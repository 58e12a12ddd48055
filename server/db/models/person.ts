import { DataTypes, Model, type InferAttributes, type InferCreationAttributes } from 'sequelize';
import type { CreationOptional, Sequelize } from 'sequelize';
import type { Role } from '#domain/viewer.ts';

/** Someone of the shop. `subject` is their id at the identity provider; the role is ours. */
export class Person extends Model<InferAttributes<Person>, InferCreationAttributes<Person>> {
  declare id: string;
  declare subject: string;
  declare name: string;
  declare role: Role;
  declare number: number;
  declare createdAt: Date;
  declare removedAt: CreationOptional<Date | null>;

  static register(sequelize: Sequelize): void {
    Person.init(
      {
        id: { type: DataTypes.UUID, primaryKey: true },
        subject: { type: DataTypes.STRING(255), allowNull: false },
        name: { type: DataTypes.STRING(120), allowNull: false },
        role: { type: DataTypes.ENUM('proprietor', 'technician', 'desk'), allowNull: false },
        number: { type: DataTypes.INTEGER.UNSIGNED, allowNull: false },
        createdAt: { type: DataTypes.DATE(3), allowNull: false },
        removedAt: { type: DataTypes.DATE(3), allowNull: true },
      },
      { sequelize, tableName: 'people' },
    );
  }
}
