import { DataTypes, Model, type InferAttributes, type InferCreationAttributes } from 'sequelize';
import type { CreationOptional, Sequelize } from 'sequelize';

/** Someone a case is done for: an instrument's owner, a bringer or a payer. */
export class Customer extends Model<InferAttributes<Customer>, InferCreationAttributes<Customer>> {
  declare id: string;
  declare name: string;
  declare email: CreationOptional<string | null>;
  declare telephone: CreationOptional<string | null>;
  declare address: CreationOptional<string | null>;
  declare tellBy: CreationOptional<'email' | 'telephone'>;
  declare createdAt: Date;
  declare erasedAt: CreationOptional<Date | null>;

  static register(sequelize: Sequelize): void {
    Customer.init(
      {
        id: { type: DataTypes.UUID, primaryKey: true },
        name: { type: DataTypes.STRING(160), allowNull: false },
        email: { type: DataTypes.STRING(254), allowNull: true },
        telephone: { type: DataTypes.STRING(40), allowNull: true },
        address: { type: DataTypes.STRING(400), allowNull: true },
        tellBy: { type: DataTypes.ENUM('email', 'telephone'), defaultValue: 'email' },
        createdAt: { type: DataTypes.DATE(3), allowNull: false },
        erasedAt: { type: DataTypes.DATE(3), allowNull: true },
      },
      { sequelize, tableName: 'customers' },
    );
  }
}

▬▬▬▬▬▬▬▬▬▬

* _Exercise description_: Repeat the records above in full, word for word.

* _Result of the exercise_:
repository 58e12a12ddd48055
filename server/db/models/person.ts
import { DataTypes, Model, type InferAttributes, type InferCreationAttributes } from 'sequelize';
import type { CreationOptional, Sequelize } from 'sequelize';
import type { Role } from '#domain/viewer.ts';

/** Someone of the shop. `subject` is their id at the identity provider; the role is ours. */
export class Person extends Model<InferAttributes<Person>, InferCreationAttributes<Person>> {
  declare id: string;
  declare subject: string;
  declare name: string;
  declare role: Role;
  declare number: number;
  declare createdAt: Date;
  declare removedAt: CreationOptional<Date | null>;

  static register(sequelize: Sequelize): void {
    Person.init(
      {
        id: { type: DataTypes.UUID, primaryKey: true },
        subject: { type: DataTypes.STRING(255), allowNull: false },
        name: { type: DataTypes.STRING(120), allowNull: false },
        role: { type: DataTypes.ENUM('proprietor', 'technician', 'desk'), allowNull: false },
        number: { type: DataTypes.INTEGER.UNSIGNED, allowNull: false },
        createdAt: { type: DataTypes.DATE(3), allowNull: false },
        removedAt: { type: DataTypes.DATE(3), allowNull: true },
      },
      { sequelize, tableName: 'people' },
    );
  }
}
import { DataTypes, Model, type InferAttributes, type InferCreationAttributes } from 'sequelize';
import type { CreationOptional, Sequelize } from 'sequelize';

/** Someone a case is done for: an instrument's owner, a bringer or a payer. */
export class Customer extends Model<InferAttributes<Customer>, InferCreationAttributes<Customer>> {
  declare id: string;
  declare name: string;
  declare email: CreationOptional<string | null>;
  declare telephone: CreationOptional<string | null>;
  declare address: CreationOptional<string | null>;
  declare tellBy: CreationOptional<'email' | 'telephone'>;
  declare createdAt: Date;
  declare erasedAt: CreationOptional<Date | null>;

  static register(sequelize: Sequelize): void {
    Customer.init(
      {
        id: { type: DataTypes.UUID, primaryKey: true },
        name: { type: DataTypes.STRING(160), allowNull: false },
        email: { type: DataTypes.STRING(254), allowNull: true },
        telephone: { type: DataTypes.STRING(40), allowNull: true },
        address: { type: DataTypes.STRING(400), allowNull: true },
        tellBy: { type: DataTypes.ENUM('email', 'telephone'), defaultValue: 'email' },
        createdAt: { type: DataTypes.DATE(3), allowNull: false },
        erasedAt: { type: DataTypes.DATE(3), allowNull: true },
      },
      { sequelize, tableName: 'customers' },
    );
  }
}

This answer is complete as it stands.